Config#
Meddlr offers a key-value based config system which enables instantiating and connecting objects in a standardized way. This enables common behaviors during data loading, model training, and evaluation.
This config system is built with YAML and yacs <https://github.com/rbgirshick/yacs>. Note that not all Python functionality can be emulated by the dictionary-like YAML format. In these cases, use the Meddlr API to compose your logic.
This structure is inspired by the YAML-based configuration in detectron2 <https://detectron2.readthedocs.io/en/latest/tutorials/configs.html#yacs-configs>`
Basic Usage#
Configs are structured nested dictionaries that are represented by nested meddlr.config.CfgNode in Meddlr.
These configs can be controlled in a number of ways:
from meddlr.config import get_cfg
cfg = get_cfg()
# Edit the config in code.
cfg.SOLVER.LR = 0.01 # override the learning rate in the config
cfg.SOLVER.TRAIN_BATCH_SIZE = 32 # override the training batch size
# Read the config from a file.
cfg.merge_from_file("my_config_file.yaml")
# Edit the config from a flattened list of key value pairs.
cfg.merge_from_list(["SOLVER.LR", 0.01, "SOLVER.TRAIN_BATCH_SIZE", 32])

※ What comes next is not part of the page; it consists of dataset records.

"""What a fault of the machine leaves behind: every file old or new, never torn, and told in words."""

from __future__ import annotations

import contextlib
import os
import resource
import shutil
import subprocess
import sys
import tempfile
from collections.abc import Iterator
from pathlib import Path

import pytest

ROBUSTNESS = Path(__file__).resolve().parents[1] / "robustness"
sys.path.insert(0, str(ROBUSTNESS))

import kill_runs  # noqa: E402
from signed_book import CALCULATION, day, make_book, sign_all, sign_prepared, work_of  # noqa: E402

from calcbook.book import Found, run_all, running  # noqa: E402
from calcbook.revisions.issuing import issue  # noqa: E402
from calcbook.seals import check_seals  # noqa: E402

KILLS = 30  # `kill_runs.py --kills 200` tries more
# A file that is written whole takes a temporary file, an opening, a change of its rights and a renaming.
FEWEST_OPERATIONS = {"run": 8, "sign": 12, "issue": 20}


def call(folder: Path, *arguments: str, **options: object) -> subprocess.CompletedProcess[str]:
    return subprocess.run(
        [sys.executable, "-m", "calcbook", *arguments],
        cwd=folder,
        capture_output=True,
        text=True,
        env=kill_runs.environment(folder),
        check=False,
        **options,
    )  # type: ignore[call-overload,no-any-return]


@pytest.fixture(scope="module", params=list(kill_runs.COMMANDS))
def prepared(
    request: pytest.FixtureRequest, tmp_path_factory: pytest.TempPathFactory
) -> tuple[str, kill_runs.Prepared]:
    return request.param, kill_runs.prepare(tmp_path_factory.mktemp(request.param), request.param)


def test_random_kills_leave_every_file_old_or_new(tmp_path: Path) -> None:
    tried = kill_runs.kill_many(KILLS, 20261124, tmp_path)
    assert len(tried) == KILLS
    # The delays do meet the program at work; on a loaded machine many end before it is there.
    assert sum(item.was_at_work for item in tried) >= KILLS / 10
    assert [item for item in tried if item.lost] == []


def test_a_cut_before_any_file_operation_leaves_every_file_old_or_new(
    prepared: tuple[str, kill_runs.Prepared],
) -> None:
    command, book = prepared
    finished = subprocess.run(
        [sys.executable, str(ROBUSTNESS / "cut_at_writes.py"), command, str(book.folder), str(book.whole)],
        env=kill_runs.environment(book.folder),
        capture_output=True,
        text=True,
        check=False,
    )
    assert finished.returncode == 0, finished.stdout + finished.stderr
    cuts = int(finished.stdout.removeprefix("cuts "))
    assert cuts >= FEWEST_OPERATIONS[command]


def test_a_command_that_was_killed_can_be_given_again(
    prepared: tuple[str, kill_runs.Prepared], tmp_path: Path
) -> None:
    command, book = prepared
    copy = tmp_path / "book"
    shutil.copytree(book.folder, copy)
    process = kill_runs.start(copy, command)
    with contextlib.suppress(subprocess.TimeoutExpired):
        process.wait(book.seconds * 0.8)
    process.kill()
    process.communicate()
    if command == "issue" and process.returncode == 0:
        pytest.skip("the issue had come to its end before it was killed")
    again = kill_runs.start(copy, command)
    _, errors = again.communicate()
    done = command == "issue" and b"revision-issued" in errors  # killed after the copy was in its place
    assert again.returncode == 0 or done, errors.decode()
    assert {
        name: data for name, data in kill_runs.files_of(copy).items() if "issued" in name or not done
    } == {name: data for name, data in book.after.items() if "issued" in name or not done}


def test_two_runs_at_once_on_one_book_write_what_one_would(tmp_path: Path) -> None:
    path = make_book(tmp_path / "book")
    for number in range(102, 105):
        path.with_name(f"wc-{number}.yaml").write_text(
            CALCULATION.replace("WC-101", f"WC-{number}"), encoding="utf-8"
        )
    shutil.copytree(tmp_path / "book", tmp_path / "alone")
    assert call(tmp_path / "alone", "run", "calcs").returncode == 0
    both = [kill_runs.start(tmp_path / "book", "run") for _ in range(2)]
    for process in both:
        _, errors = process.communicate()
        assert process.returncode == 0, errors.decode()
    assert kill_runs.files_of(tmp_path / "book") == kill_runs.files_of(tmp_path / "alone")
    left = [item.name for item in (tmp_path / "book").rglob(".*")]
    assert left == []


def test_two_issues_at_once_leave_one_whole_copy(tmp_path: Path) -> None:
    path = make_book(tmp_path / "book")
    sign_all(path)
    both = [kill_runs.start(tmp_path / "book", "issue") for _ in range(2)]
    codes = []
    for process in both:
        _, errors = process.communicate()
        codes.append(process.returncode)
        assert process.returncode == 0 or b"revision-issued" in errors
    assert codes.count(0) >= 1
    assert codes.count(0) == 1 or (tmp_path / "book" / "output" / "WC-101" / "issued" / "A").is_dir()
    assert check_seals(tmp_path / "book" / "output", "WC-101") == ()
    assert [item.name for item in (tmp_path / "book" / "output" / "WC-101" / "issued").iterdir()] == ["A"]


# --- an output that cannot be written ---------------------------------------------------------------


@pytest.fixture
def guarded() -> Iterator[Path]:
    """A signed book whose output may be read and not written, also where the tests run with every right."""
    with tempfile.TemporaryDirectory() as name:
        folder = Path(name)
        folder.chmod(0o755)
        path = make_book(folder / "book")
        sign_all(path)
        output = folder / "book" / "output"
        before = {item: item.stat().st_mode for item in (output, *output.rglob("*"))}
        for item in before:
            item.chmod(0o555 if item.is_dir() else 0o444)
        yield path
        for item in before:
            item.chmod(0o755)


class Unprivileged:
    """Without the rights of an administrator, to whom no folder is read-only."""

    def __enter__(self) -> None:
        self.user = os.geteuid()
        if self.user == 0:
            os.seteuid(65534)

    def __exit__(self, *error: object) -> None:
        if self.user == 0:
            os.seteuid(0)


def test_a_run_into_an_output_that_is_read_only_is_a_fault_and_leaves_the_records(
    guarded: Path, monkeypatch: pytest.MonkeyPatch
) -> None:
    folder = guarded.parent.parent
    before = kill_runs.files_of(folder)
    guarded.write_text(CALCULATION.replace("0.00018 m^2 K/W", "0.00035 m^2 K/W"), encoding="utf-8")
    # Solved with every right, which a checkout in a private folder asks for: what fails below is the writing.
    found = Found(guarded, "wc-101.yaml", folder / "output")
    texts = running.solved_texts(found)
    monkeypatch.setattr(running, "solved_texts", lambda found: texts)
    with Unprivileged():
        (outcome,) = run_all([found], 1, lambda outcome: None)
    assert [fault.code for fault in outcome.faults] == ["output-not-writable"]
    changed = {name for name, data in kill_runs.files_of(folder).items() if data != before[name]}
    assert changed == {"calcs/wc-101.yaml"}


def test_an_issue_into_an_output_that_is_read_only_leaves_nothing(guarded: Path) -> None:
    folder = guarded.parent.parent
    before = kill_runs.files_of(folder)
    work = work_of(guarded)
    with Unprivileged(), pytest.raises(PermissionError):
        issue(work, day("2026-09-05"))
    assert kill_runs.files_of(folder) == before


@pytest.mark.parametrize("command", ["run", "sign", "issue"])
def test_a_file_where_a_folder_is_wanted_is_told(tmp_path: Path, command: str) -> None:
    path = make_book(tmp_path / "book")
    sign_all(path)
    shutil.rmtree(tmp_path / "book" / "output")
    (tmp_path / "book" / "output").write_text("no folder", encoding="utf-8")
    finished = call(tmp_path / "book", *kill_runs.COMMANDS[command])
    assert finished.returncode == 2
    assert "output-not-writable" in finished.stderr
    assert "Traceback" not in finished.stderr
    assert (tmp_path / "book" / "output").read_text(encoding="utf-8") == "no folder"


# --- a disk that is full ----------------------------------------------------------------------------


@pytest.mark.parametrize("limit", [1000, 8192])
def test_a_full_disk_leaves_every_file_as_it_was_and_is_told(
    prepared: tuple[str, kill_runs.Prepared], tmp_path: Path, limit: int
) -> None:
    """A limit on the size of a file stands for a disk that fills while a file is written."""
    command, book = prepared
    copy = tmp_path / "book"
    shutil.copytree(book.folder, copy)
    finished = call(
        copy,
        *kill_runs.COMMANDS[command],
        preexec_fn=lambda: resource.setrlimit(resource.RLIMIT_FSIZE, (limit, limit)),
    )
    assert finished.returncode == 2, finished.stderr
    assert "output-not-writable" in finished.stderr
    assert "Traceback" not in finished.stderr
    assert list(kill_runs.lost(book, copy)) == []
    assert not [item for item in copy.rglob("*") if item.name.startswith(kill_runs.SCRATCH)]
    assert not (copy / "output" / "WC-101" / "issued" / "A").exists()
    again = kill_runs.start(copy, command)
    _, errors = again.communicate()
    assert again.returncode == 0, errors.decode()
    assert kill_runs.files_of(copy) == book.after


# --- numbers that lead elsewhere --------------------------------------------------------------------


@pytest.mark.parametrize("number", ["../../x", "..", "/tmp/x", "a/../b", "a\\\\b", "x" * 41])
@pytest.mark.parametrize("command", ["run", "sign", "issue"])
def test_a_number_never_leaves_the_output_folder(tmp_path: Path, number: str, command: str) -> None:
    folder = tmp_path / "inside" / "book"
    path = make_book(folder, CALCULATION.replace("number: WC-101", f"number: '{number}'"))
    before = {item.as_posix() for item in tmp_path.rglob("*")}
    # In this process: the commands do no more than call these.
    if command == "run":
        (outcome,) = run_all([Found(path, "wc-101.yaml", folder / "output")], 1, lambda outcome: None)
        assert "number-not-allowed" in {fault.code for fault in outcome.faults}
    else:
        with pytest.raises(Exception) as caught:
            sign_prepared(path) if command == "sign" else issue(
                work_of(path), day("2026-09-05"), preliminary=True
            )
        assert "number-not-allowed" in str(caught.value)
    assert {item.as_posix() for item in tmp_path.rglob("*")} == before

# Write the config to a file.
with open("new_config_file.yaml", "w") as f:
cfg.dump(f)
When initializing configs from YAML files, users can specify a special _BASE_: base_config.yaml field, which will load a base config file first. Values in the base config will be overwritten by values specified in the config. This can be useful for setting up common settings across multiple experiments. A trove of base config files can be found on GitHub <https://github.com/ad12/meddlr/tree/main/configs>.
You can find more details about the specific config options in meddlr/config/config.py
Extending the Config System#
As developers, we may often want to extend the default config system to support new features.
Projects that use the Meddlr library should extend the default config in their own code.
from meddlr.config import get_cfg, set_cfg
def add_new_fields(cfg):
cfg.NEW_FIELD = 0
cfg.NEW_FIELD_STR = "default"
cfg = get_cfg()
cfg = add_new_fields(cfg)
# Set the default config to the updated config.
set_cfg(cfg)
# Now you can use the config.
cfg.merge_from_file("my_project_experiment1.yaml")
Recommended Practices#
Keep config files lightweight. Refactor common config fields into a base config.
Save your config file in your experiments. This will be done for you if you use meddlr.engine.default_setup
Reuse config fields in your code when possible. Do not duplicate existing config fields.